Summary
Public service commissions could create meaningful value for ratepayers served by utilities outside ISO/RTO markets by requiring after-the-fact testimony on how those utilities used, or declined to use, external market resources, month-ahead forward purchases, and related transmission reservations in the period leading up to delivery.
Utilities that operate outside organized markets often still have access to nearby ISO/RTO markets. However, they may have limited incentive to make the effort required to secure lower-cost market energy when it is available ahead of delivery. This is especially true when market access requires a separate transmission decision.
Key Issue: Market Structure
Utility managers can reasonably point to a mismatch between how market energy is priced and how transmission must be reserved. ISO/RTO day-ahead or forward energy prices may be lower than a utility’s expected production cost, but the utility must also secure transmission to deliver that energy to load. In some cases, firm point-to-point transmission must be reserved ahead of time and paid for as a monthly block of capacity. As a result, a utility evaluating market purchases one day at a time may conclude that no individual day justifies buying a full month of transmission.
That reluctance to rely on a central market may be rational for purely opportunistic hourly spot purchases or sales due to the commitment of purchasing a month of firm point to point transmission. But the market structure does offer opportunities for utilities to improve their portfolio-level decisions.
If transmission must be purchased in monthly blocks, then the utility should evaluate market purchases in the same way: as month-ahead block transactions. The relevant question is not whether a single day-ahead purchase is cheaper than self-supply after paying for a full month of transmission. The relevant question is whether month-ahead forward market energy, plus firm transmission, losses, congestion, and ancillary services, is cheaper than the utility’s forecasted avoidable production cost over the same delivery period.
A 100 MW purchase that looks uneconomic for a few isolated hours may become economic if paired with a monthly 100 MW firm transmission reservation and used across many hours. The fixed transmission cost is then spread over a larger volume of delivered energy. If the all-in delivered market cost is $25/MWh and the utility’s forecasted avoidable production cost is $30/MWh for the relevant hours, the purchase can reduce total production cost. The correct comparison is not market price versus average embedded cost of service. It is all-in delivered market cost versus the fuel, variable operations and maintenance, emissions, startup, and other production costs the utility can actually avoid by purchasing external energy.
Utility Practices
In practice, utilities may not consistently perform this analysis, although their internal processes on this topic are often not public. Instead markets are typically only considered for longer term RFP decisions or on real-time or day-ahead opportunities.
But the transmission structure itself may be signaling that the utility should be evaluating month-ahead block power purchases, short-term bilateral contracts, or other near-term forward products rather than relying only on spot-market opportunities.

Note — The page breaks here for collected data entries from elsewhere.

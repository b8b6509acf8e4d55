# The platform fixtures (users, team, detector, split, run_tasks, worker) serve here too.
from tests.platform.conftest import *  # noqa: F403
from tests.platform.test_worker import worker  # noqa: F401
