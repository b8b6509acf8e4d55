"""The compare page in Chromium: a drop whose interval holds zero carries no regression mark."""

import copy

import numpy as np
import pytest

from evaluation import services as evaluation_services
from releases import services
from releases import tasks as release_tasks

from ..engine.synthetic import make_detections, make_split
from ..platform.conftest import CLASSES, in_process, upload
from .conftest import BROWSER_MARKS, shot

pytestmark = BROWSER_MARKS


@pytest.fixture
def noisy_pair(detector, users, run_tasks, team, split):
    """A baseline and a candidate that differs only by score noise (a drop that is noise)."""
    rng = np.random.default_rng(77)
    truth = make_split(
        rng, n_images=60, n_classes=3, boxes_per_image=6, crowd_rate=0.0, tags=("night",)
    )
    for category, name in zip(truth["categories"], CLASSES):
        category["name"] = name
    detections = make_detections(rng, truth, hit_rate=0.9, false_per_image=1, duplicate_rate=0.05)
    loaded = evaluation_services.load_split(
        name="bay-night", revision=3, truth=upload("b.json", truth)
    )
    jittered = copy.deepcopy(detections)
    noise = np.random.default_rng(4)
    for d in jittered:
        d["score"] = float(np.clip(d["score"] + noise.normal(0, 0.02), 0, 1))
    versions = []
    for label, predictions in (("1.4", detections), ("1.5", jittered)):
        version = services.create_version(detector, label, users["engineer"])
        run_tasks(
            services.submit_predictions,
            version,
            loaded,
            upload(f"{label}.json", predictions),
            users["engineer"],
        )
        versions.append(version)
    return loaded, versions


def test_a_noisy_drop_shows_without_the_regression_mark(
    page, live_server, detector, noisy_pair, monkeypatch
):
    monkeypatch.setattr(release_tasks.compare, "delay", in_process(release_tasks.compare))
    split, (baseline, candidate) = noisy_pair
    page.goto(
        f"{live_server.url}/detectors/{detector.pk}/compare/"
        f"?reference={baseline.pk}&candidate={candidate.pk}"
    )
    page.click(f"#intervals-{split.pk} button[type=submit]")
    page.wait_for_selector(f"#deltas-{split.pk} tr.sig-not-significant")
    rows = page.evaluate(
        f"""[...document.querySelectorAll('#deltas-{split.pk} tbody tr')].map(tr => {{
            const cell = tr.querySelector('td.delta');
            const style = getComputedStyle(cell);
            return {{
                css: tr.className,
                delta: parseFloat(cell.textContent.replace('−', '-')),
                reading: tr.querySelector('td.reading').textContent.trim(),
                mark: getComputedStyle(cell, '::after').content,
                weight: style.fontWeight,
                colour: style.color,
            }};
        }})"""
    )
    dropped = [r for r in rows if r["delta"] < 0]
    assert dropped, rows
    for row in dropped:
        assert row["css"] == "sig-not-significant", row
        assert row["reading"] == "not significant", row
        assert "▼" not in row["mark"] and row["weight"] != "700", row
        assert row["colour"] != "rgb(155, 28, 49)", row  # --bad, the regression colour
    shot(page, "compare-not-significant")
    page.set_viewport_size({"width": 390, "height": 800})
    shot(page, "compare-not-significant-390")
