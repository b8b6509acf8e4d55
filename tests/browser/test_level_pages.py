"""The level protocols' tables in Chromium: the version page's per-level table, the
split page's counts and the compare page's level deltas fit at 1280 and 390 px (the
layout test's measure; screenshots levels-* in test-artifacts/)."""

import json

from releases import services

from ..engine.test_difficulty import _write
from ..platform import test_level_protocols
from ..platform.conftest import upload
from .conftest import BROWSER_MARKS, shot
from .test_layout import MEASURE, WIDTHS

pytestmark = BROWSER_MARKS
road = test_level_protocols.road  # the fixture: a KITTI label split, coco + kitti2d


def test_level_tables_fit_at_1280_and_390(page, live_server, road, users, run_tasks, tmp_path):
    run_tasks(
        services.submit_predictions,
        road["version"],
        road["split"],
        upload("dets.zip", road["predictions"]),
        users["engineer"],
    )
    worse = [[d for d in dets if d[0] != "Car"] for dets in road["detections"]]
    _write(tmp_path / "worse", road["scenes"], worse)
    candidate = services.create_version(road["detector"], "1.1", users["engineer"])
    run_tasks(
        services.submit_predictions,
        candidate,
        road["split"],
        upload("worse.zip", test_level_protocols._zip(tmp_path / "worse_det")),
        users["engineer"],
    )
    split = road["split"].pk
    pages = {
        "version": (f"/versions/{candidate.pk}/", f"#levels-kitti2d-{split}"),
        "split": (f"/splits/{split}/", "#road-levels-kitti2d"),
        "compare": (
            f"/detectors/{road['detector'].pk}/compare/"
            f"?reference={road['version'].pk}&candidate={candidate.pk}",
            f"#level-deltas-kitti2d-{split}",
        ),
    }
    found = {}
    for width, height in WIDTHS.items():
        page.set_viewport_size({"width": width, "height": height})
        for name, (path, table) in pages.items():
            assert page.goto(f"{live_server.url}{path}").status == 200, path
            assert page.locator(table).is_visible(), (name, table)
            problems = page.evaluate(MEASURE)
            if problems:
                found[f"{name}@{width}"] = problems
            page.locator(table).scroll_into_view_if_needed()
            shot(page, f"levels-{name}-{width}")
    assert not found, json.dumps(found, indent=1)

A commission requirement could make this decision-making visible without requiring extensive public disclosure of sensitive commercial data. Each month, alongside the data provided to the public service commission for fuel adjustment clause review, the utility could file testimony showing its forecasted production cost, relevant month-ahead forward market pricing, estimated transmission costs, and an explanation of whether it considered fixed-price power and transmission from the market. The filing would not need to prove that the utility selected the cheapest possible strategy in hindsight. Instead, it would need to show whether the utility made a disciplined, good-faith, portfolio-level evaluation of external market alternatives before delivery.
The value of this approach is cultural as much as financial. Non-RTO utilities remain skeptical of nearby organized markets, and the complexity of ISO/RTO participation can sometimes reinforce a preference for relying on owned generation – especially when integrating decisions into a monthly resource planning decision cycle. If that preference is justified, then utilities should be able to demonstrate to regulators, with a limited amount of supporting data, that their expected generation costs were below what the market could reasonably provide on a delivered basis.
This process would also help commissions distinguish legitimate reliability caution from institutional inertia. Over time, it could improve maintenance timing, reduce avoidable production costs, increase transparency, and lower customer costs without requiring full RTO membership or centralized dispatch. Connecting this reporting to the fuel adjustment clause process would also give regulators a practical and timely mechanism for reviewing whether utilities are reasonably evaluating alternatives to self-supply.
It is difficult to see how this requirement would impose excessive costs if designed properly. The requested analysis would focus on the month-ahead procurement window and would rely on information utilities should already be reviewing as part of fuel planning, risk management, and purchased-power evaluation. The requirement would not force utilities to enter long-dated hedges or multi-month speculative positions. If a utility considered or executed a month-ahead market purchase, any associated margin, credit, or collateral implications could be summarized at a high level without requiring public disclosure of commercially sensitive details.
Ultimately, utilities should not be able to avoid organized-market alternatives simply because those alternatives require additional analysis. The fuel adjustment clause process is already a practical venue for reviewing fuel and purchased-power costs. Public service commissions could use that process to require disciplined evaluation of nearby market opportunities, while preserving utility discretion over reliability, operational risk, and final procurement decisions.